Stripping out unwanted data

All this data is useful for archiving tracks or importing them into another app. But before sharing this track publicly, I’d want to clean the data up first:

  • The only truly important pieces of information are the coordinates and possibly the elevation.
  • Timestamps are private data. I don’t want to share those.
  • The other measurements are largely irrelevant.

GPX files can become pretty large (thousands of track points is common), so reducing the amount of data is also good for file sizes and parsing performance.

Requirements

  1. XmlStarlet

    I use Xml to do most of the XML processing. On macOS, you can install XMLStarlet via Homebrew:

    brew install xmlstarlet
    
  2. xmllint

    One optional processing step uses xmllint, which comes preinstalled on macOS.

  3. XSLT file for removing unused namespaces

    Finally, download this XSLT file remove-unused-namespaces.xslt, either from this Gist or from my server. We’re gonna use it in one processing step to strip unused namespaces from the GPX file.

    Original source: Dimitre Novatchev on Stack Overflow.

Running the command

Assuming your source file is named input.gpx and the XSLT file you downloaded above is in the current directory, this is the full command to process the GPX file and save the result to output.gpx:

xmlstarlet ed \
  -d "//_:extensions" \
  -d "/_:gpx/_:metadata/_:time" \
  -d "/_:gpx/_:trk/_:type" \
  -d "//_:trkpt/_:time" \
  -d "//_:trkpt/_:hdop" \
  -d "//_:trkpt/_:vdop" \
  -d "//_:trkpt/_:pdop" \
  -u "/_:gpx/@creator" -v "Shell script" \
  input.gpx \
  | xmlstarlet tr remove-unused-namespaces.xslt - \
  | xmlstarlet ed -u "/_:gpx/@xsi:schemaLocation" -v "http://www.topografix.com/GPX/1/1 http://www.topografix.com/GPX/1/1/gpx.xsd" \
  | xmllint --c14n11 --pretty 2 - \
  > output.gpx

This sequence performs the following steps:

  • Delete all <extensions> elements.
  • Delete the timestamp from the file’s <metadata> section if present.
  • Delete the <trk><type> element.
  • Delete the <time>, <hdop>, <vdop>, and <pdop> elements from all track points.
  • Set the file’s creator attribute.
  • Now that extension fields are gone, remove all unused XML namespaces from the file header.
  • Delete all xsi:schemaLocation entries except the one for the GPX schema.
  • Run the file through xmllint for formatting. The --c14n11 option performs XML Canonicalization (C14N). Among many other things, canonicalization replaces numeric character entities in the XML with their normal Unicode characters, which is important for my use case.

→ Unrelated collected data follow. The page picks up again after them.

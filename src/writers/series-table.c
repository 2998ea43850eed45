/* series-table.c - the columns of the detrended series. */
#include "writers/series-table.h"

#include <math.h>

#include "core/units.h"
#include "writers/flags-table.h"

typedef struct
{
  const AntScanResults *results;
  const AntRecord *record;
  double floor_h;    /* length of crossing that the floor is told for */
  double *floor_ppm; /* [n_chunks] */
} Rows;

static void
rows_free (gpointer data)
{
  Rows *rows = data;
  g_free (rows->floor_ppm);
  g_free (rows);
}

static double
line (gconstpointer data, gsize row)
{
  return ((const Rows *) data)->record->line[row];
}

static char *
time_text (gconstpointer data, gsize row)
{
  const AntRecord *record = ((const Rows *) data)->record;
  return ant_time_reference_own_text (&record->time, record->time_d[row]);
}

static double
time_jd (gconstpointer data, gsize row)
{
  const AntRecord *record = ((const Rows *) data)->record;
  return ant_time_reference_jd (&record->time, record->time_d[row]);
}

static double
value (gconstpointer data, gsize row)
{
  return ((const Rows *) data)->record->value[row];
}

static double
slow_ppm (gconstpointer data, gsize row)
{
  const Rows *rows = data;
  gint64 place = rows->record->place[row];
  return place < 0 ? (double) NAN : (double) rows->results->slow_ppm[place];
}

static double
residual_ppm (gconstpointer data, gsize row)
{
  return (value (data, row) / ((const Rows *) data)->record->median - 1) / ANT_PPM - slow_ppm (data, row);
}

static double
floor_ppm (gconstpointer data, gsize row)
{
  const Rows *rows = data;
  double place = (double) rows->record->place[row];
  for (gsize i = 0; place >= 0 && i < rows->results->n_chunks; i++)
    if (place >= rows->results->chunk[i].own_from && place < rows->results->chunk[i].own_to)
      return rows->floor_ppm[i];
  return NAN;
}

static double
flag_bits (gconstpointer data, gsize row)
{
  return ((const Rows *) data)->results->flags[row];
}

static char *
flag_text (gconstpointer data, gsize row)
{
  return ant_flag_names (((const Rows *) data)->results->flags[row]);
}

enum { VALUE_COLUMN = 3 };
static const AntTableColumn columns[] = {
  { "row", ANT_CELL_WHOLE, NULL, NULL, "meta.record", "line or row number in the record's file", FALSE, line, NULL },
  { "time", ANT_CELL_TEXT, NULL, NULL, "time.epoch", "stamp as the record writes it", FALSE, NULL, time_text },
  { "jd", ANT_CELL_REAL, "%.7f", "d", "time.epoch;meta.main",
    "stamp, JD in the record's time scale; empty if the origin of its times is unknown", TRUE, time_jd, NULL },
  [VALUE_COLUMN] = { "value", ANT_CELL_REAL, "%.10g", NULL, "phot.flux.bol", "as the record has it", FALSE, value, NULL },
  { "residual_ppm", ANT_CELL_REAL, "%.3f", "10**-6", "stat.fit.residual;phot.flux.bol;arith.ratio",
    "value less the slow part, of the record's median; dips keep their depth", FALSE, residual_ppm, NULL },
  { "slow_ppm", ANT_CELL_REAL, "%.3f", "10**-6", "phot.flux.bol;arith.ratio",
    "slow part: what the data say about the noise model's parts slower than half a day, dips taken out", FALSE, slow_ppm, NULL },
  { "floor_ppm", ANT_CELL_REAL, "%.5g", "10**-6", "stat.stdev;phot.flux.bol;arith.ratio",
    "noise floor: 1-sigma depth of a crossing of the length stated above, in this row's piece of the record", FALSE, floor_ppm, NULL },
  { "flags", ANT_CELL_BITS, NULL, NULL, "meta.code.qual", "why the row is left out; nothing (0) for used rows; only spike: used, but not in the noise fit",
    FALSE, flag_bits, flag_text },
};

/* The searched length nearest to the wanted one; all chunks have the same. */
static void
choose_floor (Rows *rows)
{
  const AntScanResults *results = rows->results;
  gsize best = 0;
  for (gsize p = 0; p < results->n_floor; p++)
    if (fabs (results->floor[p].duration_d - ANT_SERIES_FLOOR_H / ANT_HOURS_PER_DAY)
        < fabs (results->floor[best].duration_d - ANT_SERIES_FLOOR_H / ANT_HOURS_PER_DAY))
      best = p;
  rows->floor_h = results->n_floor ? results->floor[best].duration_d * ANT_HOURS_PER_DAY : (double) NAN;
  rows->floor_ppm = g_new (double, results->n_chunks);
  for (gsize i = 0; i < results->n_chunks; i++)
    rows->floor_ppm[i] = best < results->chunk[i].n_floor ? results->chunk[i].floor[best].sigma_ppm : (double) NAN;
}

/* The unit in the spelling that FITS knows, where it is the usual one; others are told in words. */
static void
set_unit (AntTable *table, AntTableColumn *column, const char *unit)
{
  static const char *const usual[] = { "W/m2", "W/m^2", "W/m**2", "W m-2", "W m^-2", "W/m²", "W m⁻²", NULL };
  if (unit && g_strv_contains (usual, unit))
    column->unit = "W/m**2";
  else if (unit)
    ant_table_note (table, "unit of value: %s", unit);
}

AntTable *
ant_series_table_new (const AntScanResults *results)
{
  if (!results->slow_ppm)
    return NULL;
  AntTable *table = ant_table_new ("Detrended series", "SERIES", results->record);
  Rows *rows = g_new0 (Rows, 1);
  AntTableColumn mine[G_N_ELEMENTS (columns)];
  char hours[G_ASCII_DTOSTR_BUF_SIZE], median[G_ASCII_DTOSTR_BUF_SIZE];
  *rows = (Rows) { .results = results, .record = results->record };
  choose_floor (rows);
  memcpy (mine, columns, sizeof columns);
  set_unit (table, &mine[VALUE_COLUMN], results->record->value_unit);
  ant_table_note (table, "0 ppm: value %s, the median of the record",
                  g_ascii_formatd (median, sizeof median, "%.10g", results->record->median));
  ant_table_note (table, "floor_ppm is for crossings of %s h, contact I to IV", g_ascii_formatd (hours, sizeof hours, "%.4g", rows->floor_h));
  ant_table_fact_number (table, "FLOORHRS", rows->floor_h, "length of crossing of floor_ppm, hours");
  ant_table_fact_number (table, "MEDIAN", results->record->median, "value that 0 ppm stands for");
  ant_table_flag_legend (table);
  ant_table_add_columns (table, G_N_ELEMENTS (mine), mine);
  ant_table_set_rows (table, results->record->n_rows, rows, rows_free);
  return table;
}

    For example, the text “Dörferweg” in the source would become “Dörferweg”. I found that some of the tools I use insert non-ASCII characters as numeric codes and other tools don’t display those correctly.

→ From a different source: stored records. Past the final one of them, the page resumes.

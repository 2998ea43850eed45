/* csv.h - the pieces of a comma-separated table: quoted fields, numbers that know no locale, comment lines. */
#pragma once

#include <glib.h>
#include "data/record.h"

/* Append a field as it is, or in quotes with quotes doubled if it holds a comma, a quote or a line end (RFC 4180), or
 * begins like a comment. */
void ant_csv_text (GString *table, const char *text);
/* Append a number by one printf format of a double; nothing if it is not finite. */
void ant_csv_number (GString *table, const char *format, double number);
/* Append "# " and a formatted line; line ends inside become blanks. */
void ant_csv_comment (GString *table, const char *format, ...) G_GNUC_PRINTF (2, 3);
/* The comment lines that open every table: what it is, program and version, record, SHA-256, time scale and place. The
 * same record gives the same bytes: no date of writing. */
void ant_csv_preamble (GString *table, const char *title, const AntRecord *record);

The processed GPX file looks like this:

<gpx xmlns="http://www.topografix.com/GPX/1/1" 
  xmlns:xsi="http://www.w3.org/2001/XMLSchema-instance" 
  creator="Shell script" version="1.1" 
  xsi:schemaLocation="http://www.topografix.com/GPX/1/1 http://www.topografix.com/GPX/1/1/gpx.xsd">
  <trk>
    <name>Barnimer Dörferweg</name>
    <trkseg>
      <trkpt lat="52.6254614634" lon="13.4092010169">
        <ele>54.238586451</ele>
      </trkpt>
      <trkpt lat="52.6255090307" lon="13.4091548326">
        <ele>53.9600219977</ele>
      </trkpt>

The processing steps above are the ones that work for me given the apps I use. Your mileage may vary if your tools add other data to your GPX files. Feel free to edit the command accordingly. XmlStarlet uses XPath syntax to select which elements to operate on. The xmlstarlet sel command is useful for inspecting a source file and trying out the required XPath incantations.

Validation

Finally, it’s a good idea to validate the processed GPX file against the official GPX schema:

xmlstarlet val --quiet --err --xsd \
  http://www.topografix.com/GPX/1/1/gpx.xsd \
  output.gpx

Happy processing!


PS: If you’re ever in Berlin, this is a nice long bike route (55 km) with minimal car traffic. Starts and ends at Hauptbahnhof. Download the (sanitized) GPX file.